Data items:

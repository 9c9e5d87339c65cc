"""A real day at a real hub: the flights of 10 January 2001 at Cincinnati (CVG), as a network folder.

Real, from ``data/`` (source in ``data/README.md``): which flights there were, when they left, how many miles
they flew, and where the airports are. Everything else is assumed, by these rules:

- *Offsets from UTC and arrivals*: by the rules of `tools.reported_day`.
- *Connections*: at the hub, 40 to 180 minutes, no return to the origin, and great circles over the
  hub at most `WIDEST_DETOUR` times the great circle from end to end.
- *Seats, fares in US dollars, and demand*: by the rules of `tools.assumed_market`.
"""

from __future__ import annotations

from pathlib import Path

import numpy as np
import pandas as pd

from network.great_circle import great_circle
from tools.assumed_market import FARE_CLASSES, assumed_demand, assumed_fares, assumed_seats, product_columns
from tools.invented_traffic import IntArray, journeys, write_folder
from tools.reported_day import DAY, read_day

__all__ = ["FARE_CLASSES", "HUB", "write_hub_day"]

DATA = Path(__file__).with_name("data")
HUB = "CVG"

SHORTEST_CONNECTION, LONGEST_CONNECTION = 40, 180
WIDEST_DETOUR = 1.5

SETTINGS = f"""name = "{HUB}, {DAY.day} {DAY:%B %Y}: real flights, assumed seats, fares and demand"
currency = "USD"
as_of = "2000-12-27T02:00-05:00"
fare_classes = [{", ".join(f'"{name}"' for name in FARE_CLASSES)}]

[defaults]
minimum_connection = {SHORTEST_CONNECTION}
demand_family = "auto"
"""


def write_hub_day(folder: Path, seed: int = 20010110) -> None:
    """Write the hub day as a network folder of CSV tables.

    Parameters
    ----------
    folder
        Made if missing.
    seed
        Seed of the assumed seats, fares and demand; the flights do not depend on it.
    """
    rng = np.random.default_rng(seed)
    flights, airports = read_day(DATA / "cvg_flights_2001-01-10.csv", DATA / "cvg_airports.csv")
    itineraries, paths = _itineraries(flights, airports)
    seats = assumed_seats(flights["miles"].to_numpy(), rng)
    fares = assumed_fares(itineraries, paths, rng)
    mean, deviation = assumed_demand(itineraries, paths, seats, rng)
    product = product_columns(itineraries["itinerary"].to_numpy())
    stations = airports.rename(columns={"airport": "station", "city": "name"})
    stations["minimum_connection"] = np.where(stations["station"] == HUB, str(SHORTEST_CONNECTION), "")
    tables = {
        "stations": stations,
        "legs": flights[["leg", "origin", "destination", "departs", "arrives"]].assign(capacity=seats, sold=0),
        "itineraries": itineraries[["itinerary", "legs"]],
        "fares": pd.DataFrame(product | {"fare": fares.ravel().astype(np.int64)}),
        "demand": pd.DataFrame(product | {"mean": mean.ravel(), "deviation": deviation.ravel()}),
    }
    write_folder(folder, SETTINGS, tables)


def _itineraries(flights: pd.DataFrame, airports: pd.DataFrame) -> tuple[pd.DataFrame, IntArray]:
    """Return each flight alone and the connections over the hub, and their paths, (I, 3) padded with -1."""
    position = pd.Series(np.arange(len(airports)), index=airports["airport"])
    o, d = position[flights["origin"]].to_numpy(), position[flights["destination"]].to_numpy()
    start, end = flights["start"].to_numpy(), flights["end"].to_numpy()
    minimum = np.where(airports["airport"] == HUB, SHORTEST_CONNECTION, LONGEST_CONNECTION + 1)
    paths = journeys(o, d, start, end, minimum, maximum=LONGEST_CONNECTION)
    through = paths[:, 1] >= 0
    first, last = paths[:, 0], np.where(through, paths[:, 1], paths[:, 0])
    table = pd.DataFrame({"o": o[first], "d": d[last], "through": through})
    at = airports[["latitude", "longitude"]].to_numpy()
    table["direct"] = great_circle(*at[table["o"]].T, *at[table["d"]].T)
    hub = at[position[HUB]]
    table["flown"] = great_circle(*at[table["o"]].T, *hub) + great_circle(*hub, *at[table["d"]].T)
    table["wait"] = np.where(through, start[last] - end[first], 0)
    leg = flights["leg"].to_numpy()
    table["itinerary"] = np.where(through, leg[first] + "_" + leg[last], leg[first])
    table["legs"] = np.where(through, leg[first] + " " + leg[last], leg[first])
    keep = (~table["through"] | (table["flown"] <= WIDEST_DETOUR * table["direct"])).to_numpy()
    return table[keep].reset_index(drop=True), paths[keep]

INSTRUCTIONS FOR THE TASK: Check each line above for the word "through" and copy the ones that have it.

ANSWER:
    through = paths[:, 1] >= 0
    first, last = paths[:, 0], np.where(through, paths[:, 1], paths[:, 0])
    table = pd.DataFrame({"o": o[first], "d": d[last], "through": through})
    table["wait"] = np.where(through, start[last] - end[first], 0)
    table["itinerary"] = np.where(through, leg[first] + "_" + leg[last], leg[first])
    table["legs"] = np.where(through, leg[first] + " " + leg[last], leg[first])
    keep = (~table["through"] | (table["flown"] <= WIDEST_DETOUR * table["direct"])).to_numpy()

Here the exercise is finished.